▶ Exercise details
I need the lines below from the one with "use std::sync::Arc;" down to the one with "use tower_http::trace::TraceLayer;" reproduced exactly, both ends included, and nothing else.

▶ Material for this task
==*==
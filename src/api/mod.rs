//! The HTTP API: routes, request and response shapes, and errors as problem details.
//!
//! Only this module knows JSON shapes and status codes. Handlers validate through `schema`,
//! score through the `registry`, and write through `store` (blocking calls on the blocking
//! pool); they hold no state of their own.

mod control;
mod json;
mod labels;
pub mod problem;
mod scoring;
mod watching;

use std::sync::Arc;

use axum::extract::{DefaultBodyLimit, Request, State};
use axum::http::{header, Method};
use axum::middleware::{from_fn_with_state, Next};
use axum::response::{IntoResponse, Response};
use axum::routing::{get, post, MethodRouter};
use axum::Router;
use tower_http::trace::TraceLayer;

use crate::access::{Access, Keyring, Refusal};
use crate::app::Service;
use crate::config::Role;

/// Largest request body accepted (a full batch of scores or examples fits well inside).
pub const BODY_LIMIT_BYTES: usize = 16 * 1024 * 1024;

type Handler = MethodRouter<Arc<Service>>;

/// One route: method, path (in OpenAPI's `{param}` form), who may call it, and its handler.
pub struct Route {
    pub method: Method,
    pub path: &'static str,
    pub access: Access,
    pub handler: Handler,
}

/// Every route. The router, the contract test and the role-matrix test are all built from this
/// one table.
pub fn routes() -> Vec<Route> {
    use Role::{Operator, Scorer};
    let route = |method: Method, path, access, handler| Route {
        method,
        path,
        access,
        handler,
    };
    let scorer = Access::Role(Scorer);
    let operator = Access::Role(Operator);
    vec![
        route(Method::POST, "/v1/score", scorer, post(scoring::score)),
        route(
            Method::POST,
            "/v1/score/batch",
            scorer,
            post(scoring::score_batch),
        ),
        route(Method::POST, "/v1/outcomes", scorer, post(labels::outcome)),
        route(Method::POST, "/v1/examples", scorer, post(labels::examples)),
        route(
            Method::GET,
            "/v1/promotions",
            operator,
            get(control::promotions),
        ),
        route(Method::GET, "/v1/models", operator, get(control::models)),
        route(
            Method::GET,
            "/v1/models/{id}",
            operator,
            get(control::model),
        ),
        route(
            Method::POST,
            "/v1/retrain",
            operator,
            post(control::retrain),
        ),
        route(Method::GET, "/v1/runs/{id}", operator, get(control::run)),
        route(
            Method::POST,
            "/v1/rollback",
            operator,
            post(control::rollback),
        ),
        route(Method::POST, "/v1/freeze", operator, post(control::freeze)),
        route(
            Method::POST,
            "/v1/unfreeze",
            operator,
            post(control::unfreeze),
        ),
        route(
            Method::GET,
            "/v1/candidate",
            operator,
            get(watching::candidate),
        ),
        route(Method::GET, "/v1/drift", operator, get(watching::drift)),
        route(
            Method::GET,
            "/healthz",
            Access::Health,
            get(control::healthz),
        ),
        route(Method::GET, "/readyz", Access::Health, get(control::readyz)),
    ]
}

/// Refuses a request the route's access rule does not allow: 401 without a known key, 403
/// for a key whose role is too low. Keys are never logged; the key's name is.
async fn authorize(
    State((keyring, access)): State<(Arc<Keyring>, Access)>,
    request: Request,
    next: Next,
) -> Response {
    let bearer = request
        .headers()
        .get(header::AUTHORIZATION)
        .and_then(|v| v.to_str().ok())
        .and_then(|v| v.strip_prefix("Bearer "))
        .map(str::trim);
    match keyring.check(access, bearer) {
        Ok(Some(name)) => {
            tracing::debug!(key = %name, "authorized");
            next.run(request).await
        }
        Ok(None) => next.run(request).await,
        Err(Refusal::Unauthenticated) => problem::Problem::unauthorized().into_response(),
        Err(Refusal::Forbidden { name, has, needs }) => problem::Problem::new(
            axum::http::StatusCode::FORBIDDEN,
            "forbidden",
            "Forbidden",
            format!(
                "key `{name}` has role `{}`; this route needs `{}`",
                has.as_str(),
                needs.as_str()
            ),
        )
        .into_response(),
    }
}

/// Runs a blocking store call on the blocking pool and turns its error into a problem.
async fn blocking<T: Send + 'static>(
    f: impl FnOnce() -> Result<T, crate::store::StoreError> + Send + 'static,
) -> Result<T, problem::Problem> {
    match tokio::task::spawn_blocking(f).await {
        Ok(result) => result.map_err(problem::Problem::from),
        Err(e) => Err(problem::Problem::internal(e)),
    }
}

/// The application router over a running [`Service`].
pub fn router(service: Arc<Service>) -> Router {
    let mut router = Router::new();
    for route in routes() {
        let guard = from_fn_with_state((Arc::clone(&service.keyring), route.access), authorize);
        router = router.route(route.path, route.handler.route_layer(guard));
    }
    router
        .fallback(|| async { problem::Problem::not_found("no such route; see openapi.yaml") })
        .layer(DefaultBodyLimit::max(BODY_LIMIT_BYTES))
        .layer(TraceLayer::new_for_http())
        .with_state(service)
}
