//! The dashboard: one page, embedded in the binary, that draws the active model, the shadow
//! candidate, the candidate waiting for sign-off (its evidence, approve/decline buttons that
//! send the key typed into the page, and the same decision as a command), the gate metric over
//! runs, the last judged run's ROC and calibration curves,
//! drift bars and the promotion log from the API (SVG drawn by its own small script; no
//! external assets, no network beyond this server).

use axum::http::header;
use axum::response::{IntoResponse, Response};

const PAGE: &str = include_str!("dashboard.html");

pub(super) async fn page() -> Response {
    (
        [
            (header::CONTENT_TYPE, "text/html; charset=utf-8"),
            (header::CACHE_CONTROL, "no-cache"),
        ],
        PAGE,
    )
        .into_response()
}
==*==
▶ Result of this exercise
use std::sync::Arc;

use axum::extract::{DefaultBodyLimit, Request, State};
use axum::http::{header, Method};
use axum::middleware::{from_fn_with_state, Next};
use axum::response::{IntoResponse, Response};
use axum::routing::{get, post, MethodRouter};
use axum::Router;
use tower_http::trace::TraceLayer;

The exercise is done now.